Segment Start: Supplied data
"""Orphans: significant features that no catalogue line explains, with what they are not.

Each says which lines near it were weighed and what refused each: the factor of its odds that
speaks most against it.
"""

from __future__ import annotations

import numpy as np

from .breakdown import Breakdown, breakdown_of
from .model import Orphan
from .populations import ORIGIN_OF

UNEXPLAINED = 0.5
WEIGHED = 3  # lines told of each orphan
RARE, REFUSED = -3.0, -1.0  # ln odds: hardly ever shows; a factor that speaks against


def rank_orphans(features, claims, solution, catalogue) -> tuple[Orphan, ...]:
    """Features with P(unlisted) above one half, most significant first; spikes are none."""
    told = {i: c for i, c in enumerate(claims)}
    return in_order(features, orphans_among(told, features, solution, catalogue))


def in_order(features, orphans) -> tuple[Orphan, ...]:
    """Most significant first."""
    weight = dict(zip(features.number.tolist(), np.nan_to_num(features.significance).tolist()))
    return tuple(sorted(orphans, key=lambda o: (-weight[o.feature], o.feature)))


def orphans_among(claims: dict, features, solution, catalogue) -> list[Orphan]:
    """The orphans among some claims, by feature index."""
    rows = [i for i, c in claims.items() if c.p_unlisted > UNEXPLAINED and c.standing != "set aside"]
    near = _nearest(features, solution.problem.entries, catalogue, rows)
    why = _refusals(features, solution, catalogue, rows)
    return [
        Orphan(int(features.number[i]), claims[i].p_unlisted, words, reason)
        for i, words, reason in zip(rows, near, why)
    ]


def _nearest(features, entries, catalogue, rows) -> list[str]:
    """The nearest entry of each feature's sign, in words; empty where there is none."""
    out = [""] * len(rows)
    for sign in (1, -1):
        same = np.nonzero(entries.sign == sign)[0]
        mine = [k for k, i in enumerate(rows) if features.sign[i] == sign]
        if len(same) == 0 or not mine:
            continue
        wave, place = features.wave[[rows[k] for k in mine]], entries.wave[same]
        right = np.clip(np.searchsorted(place, wave), 1, max(len(place) - 1, 1))
        left, right = right - 1, np.minimum(right, len(place) - 1)
        closer = np.abs(place[right] - wave) < np.abs(place[left] - wave)
        for k, x, j in zip(mine, wave, same[np.where(closer, right, left)]):
            origin = ORIGIN_OF[int(entries.population[j])]
            name = catalogue.species_of(int(entries.row[j]))
            out[k] = f"{name} ({origin}) {x - entries.wave[j]:+.3f} A away"
    return out


def _refusals(features, solution, catalogue, rows) -> list[str]:
    """Per row the lines that come nearest to explaining it, each with why it does not."""
    wanted = np.full(len(features), -1)
    wanted[rows] = np.arange(len(rows))
    pairs = np.nonzero(wanted[solution.feature] >= 0)[0]
    order = np.lexsort((-solution.probability[pairs], wanted[solution.feature[pairs]]))
    pairs = pairs[order]
    owner = wanted[solution.feature[pairs]]
    first = np.searchsorted(owner, np.arange(len(rows) + 1))
    kept = np.concatenate([np.arange(a, min(b, a + WEIGHED)) for a, b in zip(first, first[1:])]
                          or [np.zeros(0, int)]).astype(int)
    words: list[list[str]] = [[] for _ in rows]
    for k, pair, w in zip(owner[kept], pairs[kept], breakdown_of(solution, pairs[kept])):
        entry = int(solution.entry[pair])
        gap = float(features.wave[solution.feature[pair]] - solution.problem.entries.wave[entry])
        words[k].append(_refusal((_name(solution, catalogue, entry), gap), w, solution, pair))
    return ["; ".join(lines) or "no predicted line within reach" for lines in words]


def _name(solution, catalogue, entry: int) -> str:
    e = solution.problem.entries
    origin = ORIGIN_OF[int(e.population[entry])]
    away = "" if origin == "stellar" else f" ({origin})"
    return f"{catalogue.species_of(int(e.row[entry]))}{away}"


def _refusal(line: tuple[str, float], w: Breakdown, solution, pair: int) -> str:
    """'Fe I is +0.043 Å off, +4.2 sigma', by the factor that speaks most against the line.

    line: its name and the feature's distance, Angstrom.
    """
    name, gap = line
    sigmas = float(solution.offset_sigma[pair])
    place = -0.5 * sigmas**2
    if solution.problem.said is not None and w.free < -100:
        return f"{name} is ruled out by what was said of it"
    worst = min(place, w.show, w.strength, w.free, w.between)
    if worst > REFUSED:
        return f"{name} fits, but not better than an unlisted line"
    if worst == place:
        return f"{name} is {gap:+.3f} Å off, {sigmas:+.1f} sigma"
    if worst == w.free:
        return f"{name} is in place but made another feature"
    if worst == w.between:
        return f"{name} is in place but makes the smaller part of a blend of star and air"
    if worst == w.strength:
        side = "too strong" if w.excess > 0 else "too weak"
        return f"{name} is in place, the feature {abs(w.excess):.1f} dex {side} for it"
    chance = np.exp(w.show) / (1.0 + np.exp(w.show))
    seldom = "hardly ever" if w.show < RARE else "seldom"
    return f"{name} is in place but {seldom} strong enough to show ({chance:.1%})"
Segment End: Supplied data
**Task instructions:** A complete answer gives every line of the data that includes "pairs".

**Solution for this exercise:**
    pairs = np.nonzero(wanted[solution.feature] >= 0)[0]
    order = np.lexsort((-solution.probability[pairs], wanted[solution.feature[pairs]]))
    pairs = pairs[order]
    owner = wanted[solution.feature[pairs]]
    for k, pair, w in zip(owner[kept], pairs[kept], breakdown_of(solution, pairs[kept])):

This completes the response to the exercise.